Majestueuses et sensuelles, reines et prostituées , mères ou amantes, les femmes dans l’œuvre de Tobiasse ont participé à toutes les époques de sa peinture et de sa création.

A la pointe du crayon, de la brosse, mais aussi sous le feu des céramiques ou du bronze en fusion, elles ont surgi , nues ou parées , chargées de  démesure qui les fit souvent déborder de la toile ou du cadre en une beauté à la fois simple et luxuriante.
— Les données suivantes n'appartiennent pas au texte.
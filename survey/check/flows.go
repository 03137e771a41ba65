package check

import (
	"math"

	"tapround/survey"
)

// flow is a flow known from meters and stated draw-offs alone, m3/s, positive from the
// link's From point to its To point, with its standard uncertainty.
type flow struct{ q, u float64 }

// sign is the direction where it is beyond doubt, else 0.
func (f flow) sign(limit float64) float64 {
	switch {
	case f.q > limit*f.u:
		return 1
	case f.q < -limit*f.u:
		return -1
	}
	return 0
}

// flows gives the flow of every pipe and machine of a round that the data settle: a
// metered pipe, one that is shut or at rest, and, from junction to junction, the last
// unknown of those that meet there, the surest first. Uncertainties are added as if they
// were independent.
func (v *view) flows(r round) map[string]flow {
	known := v.metered(r)
	shut := map[string]bool{}
	for _, x := range v.s.Fittings {
		if r.force.Shut[x.Name] {
			shut[x.Pipe] = true
		}
	}
	type end struct {
		link string
		sign float64 // flow into the point is sign times the link's
	}
	at := map[string][]end{}
	link := func(name, from, to string, closed bool) {
		at[from] = append(at[from], end{name, -1})
		at[to] = append(at[to], end{name, 1})
		if _, ok := known[name]; closed && !ok {
			known[name] = flow{}
		}
	}
	for _, p := range v.s.Pipes {
		link(p.Name, p.From, p.To, r.force.Shut[p.Name] || shut[p.Name] || r.still.along(p.Name, p.Length/2))
	}
	for _, m := range v.s.Machines {
		link(m.Name, m.From, m.To, r.force.Stopped[m.Name])
	}
	for {
		var best end
		var bestFlow flow
		found := false
		for _, p := range v.s.Points {
			drawn, ok := drawnAt(r.force, p.Name)
			if p.Kind != survey.Junction || !ok {
				continue
			}
			var open end
			unknown := 0
			sum, variance := -drawn.q, drawn.u*drawn.u
			for _, e := range at[p.Name] {
				if f, ok := known[e.link]; ok {
					sum += e.sign * f.q
					variance += f.u * f.u
				} else {
					open = e
					unknown++
				}
			}
			if f := (flow{-sum * open.sign, math.Sqrt(variance)}); unknown == 1 && (!found || f.u < bestFlow.u) {
				best, bestFlow, found = open, f, true
			}
		}
		if !found {
			return known
		}
		known[best.link] = bestFlow
	}
}

// metered gives the flow of pipes with a meter, the weighted mean of several.
func (v *view) metered(r round) map[string]flow {
	weights := map[string]float64{}
	out := map[string]flow{}
	for _, h := range r.heads {
		if h.Quantity != survey.VolumeFlow {
			continue
		}
		pipe, _, ok := v.place(h.Tap)
		if !ok {
			continue
		}
		u := math.Max(h.U(), finestFlow)
		w := 1 / (u * u)
		f := out[pipe]
		f.q = (f.q*weights[pipe] + h.Value*w) / (weights[pipe] + w)
		weights[pipe] += w
		f.u = 1 / math.Sqrt(weights[pipe])
		out[pipe] = f
	}
	return out
}

// finestFlow keeps weights of exact meters finite, m3/s.
const finestFlow = 1e-9

// drawnAt sums the stated draw-offs of a point; ok is false where one is to be estimated.
func drawnAt(f survey.RoundConditions, point string) (sum flow, ok bool) {
	variance := 0.0
	for _, d := range f.DrawOffs[point] {
		if !d.Value.OK {
			return flow{}, false
		}
		sum.q += d.Value.V
		variance += d.SD.V * d.SD.V
	}
	sum.u = math.Sqrt(variance)
	return sum, true
}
Elles se transforment ainsi avec les Saltimbanques en créatures mi écuyère, mi amazone symbolisant la liberté et la fête en fusion, celle de la vie dans toute son excentricité et sa fantaisie. Egalement en Ménine dans un hommage à Goya ou encore en Leda amoureuse d’un cygne mythologique

Avec le thème de la Femme, Tobiasse raconte la mémoire de la vie avec des fragments d’images et de bribes de mots gravés dans ses tableaux. Un véritable fil conducteur exprimé comme un chant de sensualité auquel se juxtaposent les thèmes de l’exil et de l’errance, les réminiscences de sa Lituanie natale. Les neiges glacées, les rues bordées de maisons de bois, les traineaux enneigés, mais aussi les bateaux à roues illuminés sur le Niemen s’y mêlent alors en un magma poétique, parfois érotique. On la retrouve également dans ses nombreux carnets de croquis et notamment dans les Carnets de Saint-Paul de Vence

Symboles de la chaleur familiale et de la tendresse maternelle, elle apparaît en mère biblique, comme un hymne de gloire à la féminité.. Protectrices et séductrices, Babylonniennes ou anges de douceur, chacune représente toutes les autres comme des poupées gigognes.

« Elles y déploient leurs creux sombres et leurs grandes vallées silencieuses » écrit Tobiasse..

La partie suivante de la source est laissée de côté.